Now, since both RHs checks and mine both disagree with your assertion,
and unlike the unrelated study you pointed out both Richard and I used
real C code developed for real applications will you accept the
possibility that you could be wrong? I'm not asking you to say you are
definitely wrong, just that you admit that it is not definite that you
are correct.
 
B

Ben Bacarisse

Chris Torek said:
So you have an implementation in which:

int i;
...
i = INT_MAX - 4;
...
i += 32; /* result should be INT_MAX + 31, ie, "overflow" */

causes a runtime trap? Those are, alas, all too rare. Can you
name your implementation?

I discovered only recently that gcc can make integer arithmetic
overflow (on some platforms at least) with the -ftrapv flag. Can be
handy to have that assurance.
 
T

Tubular Technician

Malcolm said:
Time of writing != compile time.

Let's say we want to calculate a standard deviation. The prototype is

double stdev(double *x, N);

Technically, x is a pointer, not an array. Three likely possibilities...

[1.]
double foo, bar[] = { /* ... */ };
foo = stdev(bar, sizeof bar / sizeof bar[0]);

Here, `N' is the result of sizeof, a size_t.

[2a.]
#define NUMBARS 100
double foo, bar[NUMBARS];
foo = stdev(bar, NUMBARS);

`N' is of type int, implicitly converted to size_t.

[2b.]
#define NUMBARS 100
double foo, bar[NUMBARS];
foo = stdev(bar, sizeof bar / sizeof bar[0]);

`N' is the result of sizeof, a size_t.

[3.]
#define NUMBARS 100
double foo, *bar;
bar = malloc(NUMBARS * sizeof *bar);
foo = stdev(bar, NUMBARS);

`N' is closely related to the allocation size in the malloc() call,
which is a size_t.
what type should N be? If you don't know how big the maximum array is
going to be, which you don't for this function - except that it fits in
memory - it must be a size_t.

You make it sound like that's a bad thing. In the hypothetical (but
possible) case that CHAR_BITS is sufficiently large and
(sizeof double) == 1; yes, N can be as big as the biggest unit of
allocatable memory; the exact range a variable of type size_t can
hold.
Thus we must write

size_t i;

for(i=0;i<N;i++)
{
}

Of course that is misleading, because i is not in any shape or form a size
type. It is an index counter. The implications of introducing size_t
simply weren't thought through.

Think of it this way -- `i' is a variable that has to be able to
represent the same set of values as `N'; the name of its type is
the least important here.
You find that functions like stdev() are by no means uncommon.

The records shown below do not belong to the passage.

import { spawnSync } from 'node:child_process';
import { readFileSync } from 'node:fs';
import { join } from 'node:path';
import { describe, expect, test } from 'vitest';
import { HP } from './c-library.js';
import { libraryIncludeDir, librarySources, STRICT_FLAGS } from './c-program.js';
import { canSanitize, compileNative, findProgram } from './native-build.js';
import { driverProgram, openNativeLibrary } from './native-port.js';
import { COMPILE_TIMEOUT } from './wasm-build.js';
import { smallCurveSet } from './small-files.js';

const header = readFileSync(join(libraryIncludeDir, 'hillproof.h'), 'utf8');
const run = (program: string, args: readonly string[]): { status: number | null; said: string } => {
  const { status, stdout, stderr } = spawnSync(program, args, { encoding: 'utf8' });
  return { status, said: stdout + stderr };
};

describe('the C library', { timeout: COMPILE_TIMEOUT }, () => {
  for (const names of [['gcc'], ['clang', 'clang-14']]) {
    const compiler = findProgram(...names);
    test.skipIf(compiler === undefined)(`compiles without a warning: ${names[0]!}`, () => {
      for (const level of ['-O0', '-Os', '-O3']) {
        compileNative(driverProgram, { compiler: compiler!, flags: [level] });
      }
    });
  }

  const cppCompiler = findProgram('g++', 'clang++', 'clang++-14');
  test.skipIf(cppCompiler === undefined)('has a header that C++ takes without a warning', () => {
    const flags = ['-std=c++11', ...STRICT_FLAGS.slice(1), '-x', 'c++', '-fsyntax-only'];
    const found = run(cppCompiler!, [...flags, join(libraryIncludeDir, 'hillproof.h')]);
    // A header given as the main file is no mistake here.
    expect(found.said.replace(/^.*#pragma once in main file.*$/gm, '')).toBe('');
    expect(found.status).toBe(0);
  });

  const cppcheck = findProgram('cppcheck');
  test.skipIf(cppcheck === undefined).each(['unix64', 'avr8'])(
    'gives cppcheck nothing to say for the platform %s',
    (platform) => {
      const found = run(cppcheck!, [
        ...['--enable=all', '--inconclusive', '--error-exitcode=1', '--quiet', '--std=c99'],
        // The library calls no function of its own that only firmware needs.
        ...['--suppress=unusedFunction', '--suppress=missingIncludeSystem', '-UHP_CONFIG'],
        ...[`--platform=${platform}`, `-I${libraryIncludeDir}`, ...librarySources],
      ]);
      expect(found).toEqual({ status: 0, said: '' });
    },
  );

  const clangTidy = findProgram('clang-tidy', 'clang-tidy-14');
  test.skipIf(clangTidy === undefined)(
    'gives clang-tidy nothing to say where an int has 16 bits',
    () => {
      // Of the families below, only what asks for names of parameters that cannot be swapped.
      const checks = '-*,bugprone-*,cert-*,clang-analyzer-*,-bugprone-easily-swappable-parameters';
      const flags = ['--target=msp430', '-ffreestanding', '-std=c99', `-I${libraryIncludeDir}`];
      const found = run(clangTidy!, [
        ...['--quiet', `--checks=${checks}`, '--warnings-as-errors=*', ...librarySources],
        ...['--', ...flags],
      ]);
      expect(found.said.split('\n').filter((line) => /: (warning|error):/.test(line))).toEqual([]);
      expect(found.status).toBe(0);
    },
  );

  const compiler = findProgram('gcc');
  const nm = findProgram('nm');
  test.skipIf(compiler === undefined || nm === undefined)(
    'has no variable, calls nothing from outside, and names all it shows hp_',
    () => {
      const object = compileNative(
        { sources: librarySources, includeDirs: [libraryIncludeDir] },
        // Joined into one object, so that calls from file to file are inside.
        { compiler: compiler!, flags: ['-r', '-nostdlib', '-ffreestanding', '-fno-pic'] },
      );
      const symbols = run(nm!, [object]).said.trim().split('\n');
      const kinds = symbols.map(
        (line) => /^[0-9a-f ]{16} (?<kind>.) (?<name>.*)$/.exec(line)!.groups!,
      );
      const shown = kinds.filter(({ kind }) => kind === 'T').map(({ name }) => name!);
      expect(kinds.filter(({ kind }) => !/[Ttr]/.test(kind!))).toEqual([]);
      expect(shown.filter((name) => !name.startsWith('hp_'))).toEqual([]);
      expect(shown.length).toBeGreaterThan(10);
    },
  );

  test('names every macro and every constant HP_ and every type and function hp_', () => {
    const code = header.replaceAll(/\/\*.*?\*\//gs, '');
    const macros = [...code.matchAll(/^#define (\w+)/gm)].map(([, name]) => name!);
    const types = [...code.matchAll(/\b(?:struct|enum) (\w+)/g)].map(([, name]) => name!);
    const functions = [...code.matchAll(/^\w[\w ]* \*?(\w+)\(/gm)].map(([, name]) => name!);
    expect(functions).toContain('hp_curve_current');
    expect(macros.filter((name) => !/^(HP_|HILLPROOF_H$)/.test(name))).toEqual([]);
    expect([...types, ...functions].filter((name) => !name.startsWith('hp_'))).toEqual([]);
  });

  test('numbers its errors as these tests know them', () => {
    const listed = [...header.matchAll(/^ {4}HP_(?:ERR_)?(\w+) = (0|-\d+)\b/gm)];
    expect(Object.fromEntries(listed.map(([, name, code]) => [name, Number(code)]))).toEqual(HP);
  });

  test.skipIf(!canSanitize())('reads every byte of a file through HP_LOAD_BYTE', async () => {
    const plain = openNativeLibrary();
    // The driver stores each byte as b ^ A5, and the configured load undoes it.
    const scrambled = openNativeLibrary({ HP_CONFIG: '"scramble.h"', PROBE_SCRAMBLE: '0xA5U' });
    const expected = await plain.inspect(smallCurveSet());
    expect(await scrambled.inspect(smallCurveSet())).toEqual(expected);
    expect(expected).toMatchObject({ open: HP.OK, check: HP.OK });
    await Promise.all([plain.close(), scrambled.close()]);
  });
});
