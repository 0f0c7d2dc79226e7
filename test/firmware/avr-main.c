/* Runs the probe where an int has 16 bits and files lie in program memory; prints two hashes. */
#include <avr/interrupt.h>
#include <avr/io.h>
#include <avr/pgmspace.h>
#include <avr/sleep.h>

#include "probe.h"

/* Made by the test from a file, with its length. */
extern const uint8_t file_bytes[] PROGMEM;
extern const uint16_t file_length;

static uint32_t hash_of_interpolations(void);
static uint32_t next_word(uint32_t *state);
static void print_word(uint32_t word);
static void print(uint8_t character);

int main(void)
{
    static uint32_t answer[PROBE_ANSWER_WORDS(0)];

    UCSR0B = 1 << TXEN0;
    print_word((uint32_t)probe_open(file_bytes, file_length));
    (void)probe_call(PROBE_WALK, answer, 0, answer);
    print_word(answer[0]);
    print_word(hash_of_interpolations());
    /* Asleep with interrupts off: the emulator ends. */
    cli();
    sleep_mode();
    return 0;
}

static uint32_t hash_of_interpolations(void)
{
    static uint32_t answer[PROBE_ANSWER_WORDS(5)];
    uint32_t state = 1;
    uint32_t hash = 2166136261U;

    for (uint16_t round = 0; round < 4000; round++) {
        uint32_t five[5];

        for (uint8_t index = 0; index < 5; index++) {
            /* Every other round stays within 16 bits. */
            five[index] = next_word(&state) >> (round % 2 == 0 ? 0 : 16);
        }
        (void)probe_call(PROBE_INTERPOLATE, five, 5, answer);
        hash = (hash ^ answer[0]) * 16777619U;
    }
    return hash;
}

/* Marsaglia's xorshift with the triple 13, 17, 5. */
static uint32_t next_word(uint32_t *state)
{
    *state ^= *state << 13;
    *state ^= *state >> 17;
    *state ^= *state << 5;
    return *state;
}

static void print_word(uint32_t word)
{
    for (uint8_t digit = 0; digit < 8; digit++) {
        print((uint8_t)"0123456789abcdef"[word >> 28]);
        word <<= 4;
    }
    print('\n');
}

static void print(uint8_t character)
{
    while ((UCSR0A & (1 << UDRE0)) == 0) {
    }
    UDR0 = character;
}
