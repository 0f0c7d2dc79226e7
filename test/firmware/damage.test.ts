import { uniformInt } from 'pure-rand/distribution/uniformInt';
import { xoroshiro128plus } from 'pure-rand/generator/xoroshiro128plus';
import { expect, test } from 'vitest';
import type { CLibrary } from './c-library.js';
import { HP } from './c-library.js';
import { seal } from './image-builder.js';
import { smallCurveSet, smallTimeline } from './small-files.js';
import { describeEveryWay } from './ways.js';
import { openWasmLibrary } from './wasm-port.js';

const files = { 'a curve set': smallCurveSet(), 'a timeline': smallTimeline() };

describeEveryWay('the reader', (library) => {
  for (const [name, file] of Object.entries(files)) {
    test(`accepts ${name} as it was written`, async () => {
      expect(await library().inspect(file)).toMatchObject({ open: HP.OK, check: HP.OK });
    });

    test(`refuses ${name} cut at any length`, async () => {
      const cuts = Array.from({ length: file.length }, (_, length) => file.subarray(0, length));
      const opened = await Promise.all(cuts.map((cut) => library().open(cut)));
      expect(opened.map((result) => result === HP.LENGTH)).not.toContain(false);
    });

    test(`refuses ${name} with bytes behind its end`, async () => {
      const longer = [1, 4, 1000].map((more) => Buffer.concat([file, Buffer.alloc(more)]));
      expect(await Promise.all(longer.map((bytes) => library().open(bytes)))).toEqual(
        longer.map(() => HP.LENGTH),
      );
    });

    test(`refuses ${name} with any one byte changed`, async () => {
      const damaged = [0x01, 0x80, 0xff].flatMap((mask) => flips(file, mask));
      const found = await Promise.all(damaged.map((bytes) => library().inspect(bytes)));
      expect(found.filter(({ open, check }) => open === HP.OK && check === HP.OK)).toEqual([]);
    });
  }

  test('reads nothing outside 10 000 damaged files, and answers what WebAssembly answers', async () => {
    const reference = await openWasmLibrary();
    for (const batch of damagedFiles(10_000, 42)) {
      const [found, expected] = await Promise.all([
        inspectAll(library(), batch),
        inspectAll(reference, batch),
      ]);
      expect(found).toEqual(expected);
    }
  });
});

test('the damaged files reach every check of the reader', async () => {
  const library = await openWasmLibrary();
  const reached = new Set<number>();
  for (const batch of damagedFiles(10_000, 42)) {
    for (const { open, check } of await inspectAll(library, batch)) reached.add(open || check);
  }
  expect([...reached].sort((a, b) => b - a)).toEqual(VERDICTS);
});

/** What hp_open and hp_check return between them, as `enum hp_result` lists it. */
const VERDICTS: readonly number[] = [
  ...[HP.OK, HP.LENGTH, HP.MAGIC, HP.VERSION, HP.HEADER_CRC, HP.DIRECTORY],
  ...[HP.CHANNEL, HP.SECTION_CRC, HP.NOT_FOUND, HP.INDEX, HP.ORDER],
];

const inspectAll = (
  library: CLibrary,
  batch: readonly Uint8Array[],
): Promise<{ open: number; check: number; walk: number }[]> =>
  Promise.all(batch.map((file) => library.inspect(file)));

const flips = (file: Uint8Array, mask: number): Uint8Array[] =>
  Array.from(file, (_, at) => {
    const copy = Uint8Array.from(file);
    copy[at]! ^= mask;
    return copy;
  });

/**
 * Batches of files with 1 to 8 bytes changed, half of them to values that sizes and indexes turn
 * on. In three of four the CRCs match again, so that the deeper checks have to find the damage.
 */
function* damagedFiles(count: number, seed: number): Generator<Uint8Array[]> {
  const random = xoroshiro128plus(seed);
  const below = (n: number): number => uniformInt(random, 0, n - 1);
  const telling = [0, 1, 2, 3, 4, 7, 8, 16, 32, 48, 0x7f, 0x80, 0xfc, 0xff];
  const originals = Object.values(files);
  for (let done = 0; done < count; done += 500) {
    yield Array.from({ length: 500 }, () => {
      const copy = Uint8Array.from(originals[below(3) === 0 ? 1 : 0]!);
      for (let left = 1 + below(8); left > 0; left--) {
        // Behind the fields that are compared with a constant, mostly.
        const at = below(16) === 0 ? below(copy.length) : 12 + below(copy.length - 12);
        copy[at] = below(2) === 0 ? telling[below(telling.length)]! : below(256);
      }
      return below(4) === 0 ? copy : seal(copy);
    });
  }
}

Very
frequently you will not hard code the size of an array, until maybe in the
very top layer of code.

If stdev() is designed so it can take the maximum possible number
of input values only restricted by continuous addressable memory,
what other type could N be? The calling code, on the other hand,
may pass a narrower type in the second argument which will be
implicitly converted to the wider type. Different layers of code
may hold the same value in different types.
The worse problem is that, frequently, you don't know the exact size of an
array but you know that it will be small. For instance the number of
children in a class. Should that be a size_t or not? If we sort the class
by grade, qsort() takes two size_ts. However people will naturally gib at
using a size_t when an int, realistically, is going to be enough. So you
get inconsistency.

Same thing here. qsort() is a general purpose function that is able
to deal with a wider range of inputs than this example uses. Since
neither of the two size_t arguments can be negative, I'd suggest
unsigned int, but since both types (assuming non-negative values)
convert losslessly to a size_t, what is the exact problem? Different
layers of code can hold the same value in different types.
Most integers are ultimately used as index variables.

Maybe, maybe not, depends. Does not really matter, either; narrower
integers can be index variables, too, as long as the expected set
of values fits into the smaller type.
[some compilers/assemblers on some CPUs will even produce shorter
opcodes for small index types and/or small constant indices]
Not every integer,
of course, for instance if you dealing with amounts of money you may
choose to represent the sums by integers.

Presumably this referes to the data type used for array elements and
their sum; unrelated.
But every time you add up a list
of amounts of moeny, you will have one index integer to iterate through
the array and another to count it.

While both, index and count, should have the same (preferably unsigned)
type, they don't have to be size_t.
Programs don't spend their time doing
calculations, but on moving data from one place to another. Something like
20% of all mainframe cycles are used in sorting, for instance.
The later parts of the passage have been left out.